Task statement: What you produce should be every line from the data that includes "anchor".

Provided information:

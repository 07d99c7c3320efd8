import { eq } from "drizzle-orm";
import type { FeatureDeps } from "../../deps.ts";
import { type Db, inTransaction } from "../connection.ts";
import { newId } from "../schema/columns.ts";
import { assignments, comments, forwards, marks, submissionEvents, submissions } from "../schema/index.ts";
import type { SeedDay } from "./seed-day.ts";
import { type SeededPeople, teacherOf } from "./seed-people.ts";
import { getId, type SeededShow } from "./seed-shows.ts";
import { ASSIGNMENTS } from "./world/assignments.ts";
import type { DemoWork } from "./world/work.ts";

const MARKING_TIME = "19:20";
const COORDINATOR = "holm";
const SENT_BACK_AFTER_MS = 7 * 60 * 60 * 1000;

/** Adds the assignments of the classes; gives their ids by key. */
export function seedAssignments({ db }: FeatureDeps, day: SeedDay, people: SeededPeople): Map<string, string> {
  const ids = new Map(ASSIGNMENTS.map((one) => [one.key, newId()]));
  inTransaction(db, (tx) => {
    for (const one of ASSIGNMENTS) {
      const { key, classCode, setDay, dueDay, dueTime, title, brief, songId, lateRule, requirements, rubric } = one;
      tx.insert(assignments)
        .values({
          id: getId(ids, key),
          classId: getId(people.classIds, classCode),
          title,
          brief,
          songId,
          dueAt: day.at(dueDay, dueTime),
          lateRule,
          requirements,
          rubric,
          createdBy: getId(people.userIds, teacherOf(classCode)),
          createdAt: day.at(setDay, "08:30"),
        })
        .run();
    }
  });
  return ids;
}

/** Adds what was handed in: submissions with their history, comments, marks and forwards. Gives the id of the forward by script id. */
export function seedWork(
  { db }: FeatureDeps,
  day: SeedDay,
  people: SeededPeople,
  shows: readonly SeededShow[],
  assignmentIds: ReadonlyMap<string, string>,
): Map<string, string> {
  const forwardIds = new Map<string, string>();
  inTransaction(db, (tx) => {
    for (const show of shows) {
      const { work } = show;
      const last = show.versions.at(-1);
      if (work === null || work.state === "working" || last === undefined) continue;
      const submissionId = newId();
      const { state } = work;
      tx.insert(submissions)
        .values({
          id: submissionId,
          assignmentId: getId(assignmentIds, work.assignment),
          showId: show.showId,
          versionId: last.id,
          state,
          handedInAt: last.createdAt,
          isLate: work.isLate ?? false,
          hashesAgree: true,
        })
        .run();
      seedHistory(tx, day, people, show, work, submissionId);
      if (work.forward) forwardIds.set(show.script.id, seedForward(tx, day, people, show, work.forward, submissionId));
    }
  });
  return forwardIds;
}

function seedHistory(
  tx: Db,
  day: SeedDay,
  people: SeededPeople,
  { script, versions }: SeededShow,
  work: DemoWork,
  submissionId: string,
): void {
  const last = versions.at(-1);
  if (last === undefined) return;
  const [classCode = ""] = (script.authors[0] ?? "").split("/");
  const teacher = getId(people.userIds, teacherOf(classCode));
  const markedAt = day.before((work.handedInDay ?? 0) + 1, MARKING_TIME);
  for (const version of versions) {
    tx.insert(submissionEvents)
      .values({ submissionId, versionId: version.id, state: "submitted", by: version.createdBy, at: version.createdAt })
      .run();
    if (version === last) continue;
    // An earlier version was sent back that evening.
    tx.insert(submissionEvents)
      .values({
        submissionId,
        versionId: version.id,
        state: "revise",
        by: teacher,
        at: version.createdAt + SENT_BACK_AFTER_MS,
      })
      .run();
  }
  if (work.state === "revise" || work.state === "marked") {
    tx.insert(submissionEvents)
      .values({
        submissionId,
        versionId: last.id,
        state: work.state,
        by: teacher,
        at: markedAt,
        note: work.mark?.note ?? null,
      })
      .run();
  }
  for (const { by, anchor, body } of work.comments ?? []) {
    tx.insert(comments)
      .values({
        submissionId,
        versionId: last.id,
        authorId: getId(people.userIds, by),
        anchor,
        body,
        createdAt: markedAt,
      })
      .run();
  }
  if (work.mark) {
    const { levels, note } = work.mark;
    const rubric =
      tx
        .select({ rubric: assignments.rubric })
        .from(assignments)
        .innerJoin(submissions, eq(submissions.assignmentId, assignments.id))
        .where(eq(submissions.id, submissionId))
        .get()?.rubric ?? [];
    const byCriterion = Object.fromEntries(rubric.map((criterion, n) => [criterion.id, levels[n] ?? 1]));
    tx.insert(marks)
      .values({
        submissionId,
        levels: byCriterion,
        note,
        markedBy: teacher,
        savedAt: markedAt,
        releasedAt: work.state === "marked" ? markedAt : null,
      })
      .run();
  }
}

function seedForward(
  tx: Db,
  day: SeedDay,
  people: SeededPeople,
  { script, versions }: SeededShow,
  forward: NonNullable<DemoWork["forward"]>,
  submissionId: string,
): string {
  const id = newId();
  const [classCode = ""] = (script.authors[0] ?? "").split("/");
  const last = versions.at(-1);
  const forwardedAt = day.before(-1, "19:40");
  const isAnswered = forward.state !== "waiting";
  tx.insert(forwards)
    .values({
      id,
      submissionId,
      versionId: last?.id ?? "",
      note: forward.note,
      forwardedBy: getId(people.userIds, teacherOf(classCode)),
      forwardedAt,
      // "scheduled" is an approved show that stands in the lineup.
      state: forward.state === "scheduled" ? "approved" : forward.state,
      answer: forward.answer ?? null,
      ...(isAnswered && { answeredBy: getId(people.userIds, COORDINATOR), answeredAt: day.before(-1, "21:10") }),
    })
    .run();
  return id;
}
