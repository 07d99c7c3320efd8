/** One half of a flash: a change from a valley up, or from a peak down. */
export interface Transition {
  /** Where the change since the last extreme reached the step; in the unit of the series. */
  readonly time: number;
  readonly isRising: boolean;
}

/** What counts as a change. */
export interface TransitionRule {
  /** Least change from peak to valley. */
  readonly step: number;
  /** The darker of the two states is below this. */
  readonly darkerBelow: number;
}

/** WCAG 2.2, "general flash": at least 10 % of the maximum relative luminance, the darker state below 0.80. */
export const GENERAL_FLASH: TransitionRule = { step: 0.1, darkerBelow: 0.8 };

/** Sums of doubles are not exact: a change this little short of the step is the step. */
const ROUNDING = 1e-9;

/**
 * Gives the transitions of a series of points joined by straight lines, in order; rising and falling
 * take turns. Measured from extreme to extreme, not from point to point: a slow climb in many small
 * steps is one transition (WCAG 2.2, note to "general flash and red flash thresholds"). The series
 * starts from `before`; without it from its own first value.
 */
export function findTransitions(
  times: ArrayLike<number>,
  values: ArrayLike<number>,
  rule: TransitionRule,
  before?: number,
): Transition[] {
  const transitions: Transition[] = [];
  let low = before ?? values[0] ?? 0;
  let high = low;
  let isRising: boolean | null = null;
  for (let point = 0; point < times.length; point++) {
    const value = values[point] ?? 0;
    if (isRising !== true) {
      const isStep = value - low >= rule.step - ROUNDING && low < rule.darkerBelow;
      if (isStep) {
        transitions.push({ time: crossing(times, values, point, low + rule.step), isRising: true });
        isRising = true;
        high = value;
        continue;
      }
    }
    if (isRising !== false) {
      const isStep = high - value >= rule.step - ROUNDING && value < rule.darkerBelow;
      if (isStep) {
        transitions.push({
          time: crossing(times, values, point, Math.min(high - rule.step, rule.darkerBelow)),
          isRising: false,
        });
        isRising = false;
        low = value;
        continue;
      }
    }
    low = Math.min(low, value);
    high = Math.max(high, value);
  }
  return transitions;
}

/** Where the line into `point` reaches `target`. */
function crossing(times: ArrayLike<number>, values: ArrayLike<number>, point: number, target: number): number {
  const end = times[point] ?? 0;
  if (point === 0) return end;
  const start = times[point - 1] ?? 0;
  const from = values[point - 1] ?? 0;
  const to = values[point] ?? 0;
  const share = to === from ? 1 : (target - from) / (to - from);
  return start + Math.min(1, Math.max(0, share)) * (end - start);
}
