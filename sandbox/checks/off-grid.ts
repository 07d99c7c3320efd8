import { TICKS_PER_BEAT } from "../../shared/units.ts";
import type { Finding } from "../engine/model.ts";
import type { CheckContext } from "./context.ts";
import { buildFinding, lineOfCue } from "./finding.ts";

/** The beat grid: eighths of a beat and sixths of a beat. Common practice, no source. */
const GRIDS = [TICKS_PER_BEAT / 8, TICKS_PER_BEAT / 6] as const;
/** Ticks are rounded, and sums of thirds are not exact. */
const ROUNDING_TICKS = 2;

/** Notes cues that lie neither on the beat grid nor on a hit or note of the song. One finding for all. */
export function findOffGrid(context: CheckContext): Finding[] {
  const { cues } = context.timeline;
  const sounds = listSounds(context);
  const off: number[] = [];
  for (let cue = 0; cue < cues.count; cue++) {
    const tick = cues.tick[cue] ?? 0;
    if (!isOnGrid(tick) && !sounds.has(tick)) off.push(cue);
  }
  if (off.length === 0) return [];
  return [
    buildFinding(context, "off-grid", {
      sentence: `${off.length} of ${cues.count} steps are off the beat.`,
      hint: "If you want them on the beat, wait for 1, 0.5 or 0.25 beats.",
      measured: { value: off.length, limit: 0, unit: "steps" },
      moments: off.map((cue) => cues.tick[cue] ?? 0),
      lines: off.map((cue) => lineOfCue(context, cue)),
    }),
  ];
}

function isOnGrid(tick: number): boolean {
  return GRIDS.some((grid) => Math.abs(tick - Math.round(tick / grid) * grid) <= ROUNDING_TICKS);
}

/** Ticks of every hit and note, and the ticks beside them. */
function listSounds({ song }: CheckContext): ReadonlySet<number> {
  const ticks = new Set<number>();
  for (const { hits, notes } of song.instruments)
    for (const moment of [...hits, ...notes.map((note) => note.start)])
      for (let near = -ROUNDING_TICKS; near <= ROUNDING_TICKS; near++)
        ticks.add(Math.round(moment * TICKS_PER_BEAT) + near);
  return ticks;
}
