/** One light's rising transition: half a flash. */
export interface Rise {
  readonly light: number;
  readonly tick: number;
  readonly seconds: number;
}

/** Beats are whole microseconds, so four events "a second apart" may lack a few of them. */
const ROUNDING_SECONDS = 0.0005;

/** Says whether two moments lie in one half-open second. */
export function isWithinSecond(first: number, last: number): boolean {
  return last - first < 1 - ROUNDING_SECONDS;
}

/** Gives rises in order of time, then of lights; sorts in place. */
export function sortRises(rises: Rise[]): readonly Rise[] {
  return rises.sort((a, b) => a.seconds - b.seconds || a.light - b.light);
}
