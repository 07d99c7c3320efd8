import { describe, expect, it } from "vitest";
import {
  buildBroadStreet,
  buildFront,
  buildLayout,
  buildSong,
  type OutletSketch,
} from "../../tests/factories/small-show.ts";
import { runScript } from "../../tests/support/run-script.ts";
import type { BeatMap } from "../../shared/contracts/songs.ts";
import type { Layout } from "../../shared/contracts/square.ts";
import { RUN_FINDINGS } from "../language/problems/findings.ts";
import { judgeRun } from "./judge-run.ts";
import { SEVERITIES } from "./severities.ts";

/** A script as a pupil writes it, and what is said of it. */
interface Case {
  readonly rule: string;
  /** Script lines of the finding; none where it is about the show as a whole. */
  readonly lines: readonly number[];
  /** Where it is first seen, in beats; null where it is about the show as a whole. */
  readonly beat: number | null;
  readonly script: string;
  readonly layout?: Layout;
  readonly song?: BeatMap;
  /** The song that the show is checked with, when the beat map was made anew since. */
  readonly newSong?: BeatMap;
}

const BOXES = buildFront("relay", "dimmer", { kind: "colour" }, "solid-state");
const windows = (count: number, kind: OutletSketch): Layout =>
  buildLayout(Array.from({ length: count }, () => ({ side: "north" as const, outlets: [kind] })));
const TWO_SIDES = buildLayout([
  { side: "north", outlets: ["dimmer"] },
  { side: "south", outlets: ["dimmer"] },
]);
const COLOURS = windows(8, { kind: "colour", part: "windows" });
const HEAVY = buildFront({ kind: "dimmer", watts: 900 }, { kind: "dimmer", watts: 900 });
const SLOW = buildSong({}, { tempo: 60 });

const CASES: readonly Case[] = [
  { rule: "level-clamped", lines: [2], beat: 1, script: "wait(1);\nsquare.all.on(120);" },
  { rule: "after-the-end", lines: [2], beat: 40, script: "square.all.on();\nat(40, () => square.all.on(5));" },
  {
    rule: "nothing-to-light",
    lines: [3],
    beat: 1,
    script: 'square.all.on();\nwait(1);\nsquare.all.filter(light => light.box === "none").off();',
  },
  { rule: "count-rounded", lines: [2], beat: 0, script: "square.all.on();\nrepeat(2.5, () => wait(1));" },
  { rule: "long-wait", lines: [2], beat: 0, script: "square.all.on();\nwait(500);" },
  {
    rule: "same-each-turn",
    lines: [2],
    beat: null,
    script: "for (const front of square.fronts) {\n  at(2, () => front.on());\n}",
  },
  {
    rule: "never-so",
    lines: [2],
    beat: null,
    script: "for (let turn = 0; turn < 8; turn++) {\n  if (turn % 4 === 4) square.all.on();\n  wait(1);\n}",
  },
  { rule: "never-run", lines: [1], beat: null, script: "function wave() {\n  square.all.on();\n}\nwait(1);" },
  {
    rule: "all-each-turn",
    lines: [2],
    beat: null,
    script: "for (const front of square.fronts) {\n  square.fronts.pulse(1);\n  wait(2);\n}",
  },
  {
    rule: "last-wait",
    lines: [3],
    beat: null,
    script: "at(song.bars, () => {\n  square.all.on();\n  wait(2);\n});",
  },
  {
    rule: "street-flash",
    lines: [2],
    beat: 0,
    script: "repeat(40, () => {\n  square.all.pulse(0.4);\n  wait(0.5);\n});",
  },
  {
    rule: "street-flash-all-sides",
    lines: [2, 4],
    beat: 0,
    layout: TWO_SIDES,
    script:
      'repeat(32, () => {\n  square.side("north").pulse(1);\n  wait(0.5);\n  square.side("south").pulse(1);\n  wait(0.5);\n});',
  },
  {
    rule: "street-flash-long-run",
    lines: [2],
    beat: 0,
    song: buildSong({}, { tempo: 179 }),
    script: "repeat(32, () => {\n  square.all.pulse(1);\n  wait(1);\n});",
  },
  {
    rule: "picture-flash",
    lines: [2],
    beat: 1.5,
    layout: buildBroadStreet(),
    script: "repeat(60, () => {\n  square.fronts[0].pulse(0.5);\n  wait(0.5);\n});",
  },
  {
    rule: "picture-red-flash",
    lines: [2],
    beat: 1.5,
    layout: COLOURS,
    script:
      'repeat(60, () => {\n  square.all.colour("red").on(35);\n  wait(0.25);\n  square.all.off();\n  wait(0.25);\n});',
  },
  { rule: "circuit-overload", lines: [3], beat: 4, layout: HEAVY, script: "\nwait(4);\nsquare.all.on();" },
  {
    rule: "circuit-everything-on",
    lines: [],
    beat: null,
    layout: HEAVY,
    script: 'square.parts("roof").on();\nwait(2);\nsquare.parts("roof").off();',
  },
  {
    rule: "circuit-inrush",
    lines: [3],
    beat: 4,
    layout: HEAVY,
    script: "wait(4);\nfor (const front of square.fronts) {\n  front.on(60);\n}",
  },
  { rule: "incomplete", lines: [], beat: null, script: "square.all.on();\nwait(-1);" },
  { rule: "nothing-lit", lines: [], beat: null, script: "wait(4);" },
  {
    rule: "wrong-length",
    lines: [],
    beat: null,
    script: "square.all.on();",
    newSong: buildSong({}, { bars: 9 }),
  },
  {
    rule: "relay-dwell",
    lines: [3],
    beat: 1,
    script: 'square.parts("windows").on();\nwait(1);\nsquare.parts("roof").pulse(0.25);',
  },
  {
    rule: "relay-rate",
    lines: [2],
    beat: 0,
    song: buildSong({}, { bars: 40 }),
    script: 'repeat(100, () => {\n  square.parts("roof").pulse(1);\n  wait(1.5);\n});',
  },
  {
    rule: "relay-wear",
    lines: [2],
    beat: 0,
    song: buildSong({}, { bars: 80 }),
    script: 'repeat(300, () => {\n  square.parts("roof").pulse(0.5);\n  wait(1);\n});',
  },
  {
    rule: "half-cycle",
    lines: [2],
    beat: 1,
    script: 'wait(1);\nsquare.parts("sign").pulse(0.005);',
  },
  { rule: "never-switches", lines: [2], beat: 1, script: 'wait(1);\nsquare.parts("roof").on(40);' },
  { rule: "never-seen", lines: [2], beat: 1, script: "wait(1);\nsquare.all.on();\nsquare.all.off();" },
  {
    rule: "fade-cut",
    lines: [1],
    beat: 0,
    script: 'square.parts("windows").fadeTo(80, 4);\nwait(2);\nsquare.parts("windows").on();',
  },
  {
    rule: "colour-never-lit",
    lines: [2],
    beat: 1,
    script: 'wait(1);\nsquare.parts("door").colour("red");\nsquare.parts("windows").on();',
  },
  {
    rule: "colour-not-shown",
    lines: [3],
    beat: 2,
    script: 'square.all.on();\nwait(2);\nsquare.parts("windows").colour("red");',
  },
  {
    rule: "off-grid",
    lines: [3],
    beat: 1.11,
    script: "square.all.on();\nwait(1.11);\nsquare.all.on(50);",
  },
  { rule: "ends-early", lines: [], beat: null, script: "square.all.on();\nwait(4);\nsquare.all.off();" },
  {
    rule: "long-dark",
    lines: [],
    beat: 4,
    song: SLOW,
    script: "square.all.on();\nwait(4);\nsquare.all.off();\nwait(20);\nsquare.all.on();",
  },
  { rule: "dark-fronts", lines: [], beat: null, layout: COLOURS, script: "square.fronts[0].on();" },
];

describe("findings", () => {
  it("are all shown by a script below", () => {
    const shown = CASES.map(({ rule }) => rule);
    expect(shown.toSorted()).toEqual([...Object.keys(RUN_FINDINGS), ...Object.keys(SEVERITIES)].toSorted());
  });

  it.each(CASES)("$rule in lines $lines", async ({ rule, lines, beat, script, layout = BOXES, song, newSong }) => {
    const played = song ?? buildSong();
    const outcome = await runScript(script, { layout, song: played });
    const found = judgeRun(outcome, layout, newSong ?? played).findings.find((finding) => finding.rule === rule);
    if (found === undefined) throw new Error("It was not found.");
    const [tick = Number.NaN] = found.moments;
    // A rise is timed where its line crosses the step, a hair beside the tick.
    expect({ lines: found.lines, tick: beat === null ? null : Math.abs(Math.round(tick)) }).toEqual({
      lines,
      tick: beat === null ? null : Math.round(beat * 960),
    });
    expect(`${found.sentence} ${found.hint ?? ""}`).not.toMatch(/\{\w+\}|undefined|NaN|\[\?/);
  });
});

Exercise output:
  for (const { by, anchor, body } of work.comments ?? []) {
        anchor,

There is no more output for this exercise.